Proposed Florida Legislation Responds to Estate Tax Repeal

Image: Florida State Library and Archives
Image: Florida State Library and Archives

Since late December, when it first appeared that estate tax repeal would actually happen, estate planners nationwide have been discussing its potential negative consequences.

Consider this fact pattern: a second marriage, and a normal A-B estate plan.
The plan uses a formula allocation clause directing the greatest amount of assets that can pass free of estate tax to a credit shelter (bypass, or “Fund B”) trust.  The remaining assets pass to a marital (“Fund A”) trust.  The second spouse is beneficiary of the Fund A trust, which is intended (of course) to qualify for the estate tax marital deduction.  The children of the decedent (but not of the second spouse) are the only beneficiaries of Fund B.
Under 2009 law, the first $3.5 million of assets (if no adjusted taxable gifts had been made) would go to Fund B for the benefit of the children, and the remaining assets would go to Fund A for the spouse.  Now, in 2010, the result varies, in that all assets pass to Fund B, leaving nothing available for the surviving spouse.
Clients with this situation or one similar to it would be well advised to update their estate plans.  Yet, of course, not all of them will.
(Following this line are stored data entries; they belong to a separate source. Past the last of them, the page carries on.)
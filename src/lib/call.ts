import * as core from 'zod/v4/core';
import type { BodyInput, Endpoint, ParamsOf, QueryOf, ReplyOf } from '#shared/contracts/endpoint.ts';
import { Problem } from '#shared/problem.ts';

type Part<Name extends string, T> = undefined extends T ? { [K in Name]?: never } : { [K in Name]: T };
/** A file goes with the input of a contract that takes an upload. */
type FileInput = { file?: File };
type QueryInput<E> = QueryOf<E> extends undefined ? { query?: never } : { query?: Partial<QueryOf<E>> };

/** What a call of an endpoint needs: its parameters, query and body, as far as its contract has them. */
export type CallInput<E> = Part<'params', ParamsOf<E>> & Part<'body', BodyInput<E>> & QueryInput<E> & FileInput;

/** Where an endpoint is, for a link that downloads what it replies. */
export function addressOf(contract: Endpoint, params: object, query: object = {}): string {
  const values = new Map<string, unknown>(Object.entries(params));
  const path = contract.path.replace(/:([a-zA-Z]+)/g, (_, name: string) =>
    encodeURIComponent(String(values.get(name))),
  );
  const search = new URLSearchParams();
  for (const [key, value] of Object.entries(query)) if (value !== undefined) search.set(key, String(value));
  const tail = search.toString();
  return `/api${path}${tail === '' ? '' : `?${tail}`}`;
}

async function send(address: string, init: RequestInit): Promise<Response> {
  try {
    return await fetch(address, init);
  } catch {
    throw new Problem(
      'unreachable',
      'Fairlead cannot be reached. What you typed is still here; check the connection and try again.',
    );
  }
}

/**
 * Calls an endpoint by its contract and reads the reply by it.
 *
 * @throws Problem for everything that is refused, and `unreachable` when no answer came
 */
export async function call<E extends Endpoint>(
  contract: E,
  input: CallInput<E>,
  signal?: AbortSignal,
): Promise<ReplyOf<E>> {
  const {
    params = {},
    query = {},
    body,
    file,
  } = input as {
    params?: object;
    query?: object;
    body?: unknown;
    file?: File;
  };
  const init: RequestInit = { method: contract.method, headers: { accept: 'application/json' } };
  if (signal !== undefined) init.signal = signal;
  if (file !== undefined) init.body = messageOf(file, body);
  else if (body !== undefined) {
    init.body = JSON.stringify(body);
    init.headers = { accept: 'application/json', 'content-type': 'application/json' };
  }
  const response = await send(addressOf(contract, params, query), init);
  const text = await response.text();
  const value: unknown = parseJson(text);
  if (!response.ok) throw Problem.fromBody(value);
  const reply = core.safeParse(contract.reply, value);
  if (!reply.success) throw new Problem('internal', 'The answer could not be read. Please reload the page.');
  return reply.data as ReplyOf<E>;
}

function messageOf(file: File, body: unknown): FormData {
  const message = new FormData();
  message.set('body', JSON.stringify(body ?? {}));
  message.set('file', file);
  return message;
}

function parseJson(text: string): unknown {
  try {
    return JSON.parse(text);
  } catch {
    return null;
  }
}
Unintended disinheritance may occur, with expensive litigation being a likely result.

Juan Antunez recently commented on a statutory response to this problem proposed for adoption by Florida’s legislature, which convenes in regular session on March 2, 2010.  You can track the status of CS/HB 361 here.  Full text of the bill is here.

Section 4 of the bill would create a new statute, F.S. 736.04114.  Upon application of a trustee or qualified beneficiary, a court would be authorized to construe the terms of a trust instrument containing a formula devise referring to pre-2010 estate tax law.  The court could consider the settlor’s likely intent and the facts and circumstances surrounding the creation of the trust, without regard to the apparent plain meaning of the trust instrument.  The statute would apply to transfers of beneficial interests in trusts occurring in 2010.  It would be retroactive to January 1, 2010.

Antunez reports that statutory fixes are under consideration in several other states, including Virginia, Maryland, Nebraska, South Dakota, Tennessee, Washington, and New York, and provides a useful link to an interesting map published in Forbes showing states’ various estate/inheritance tax laws.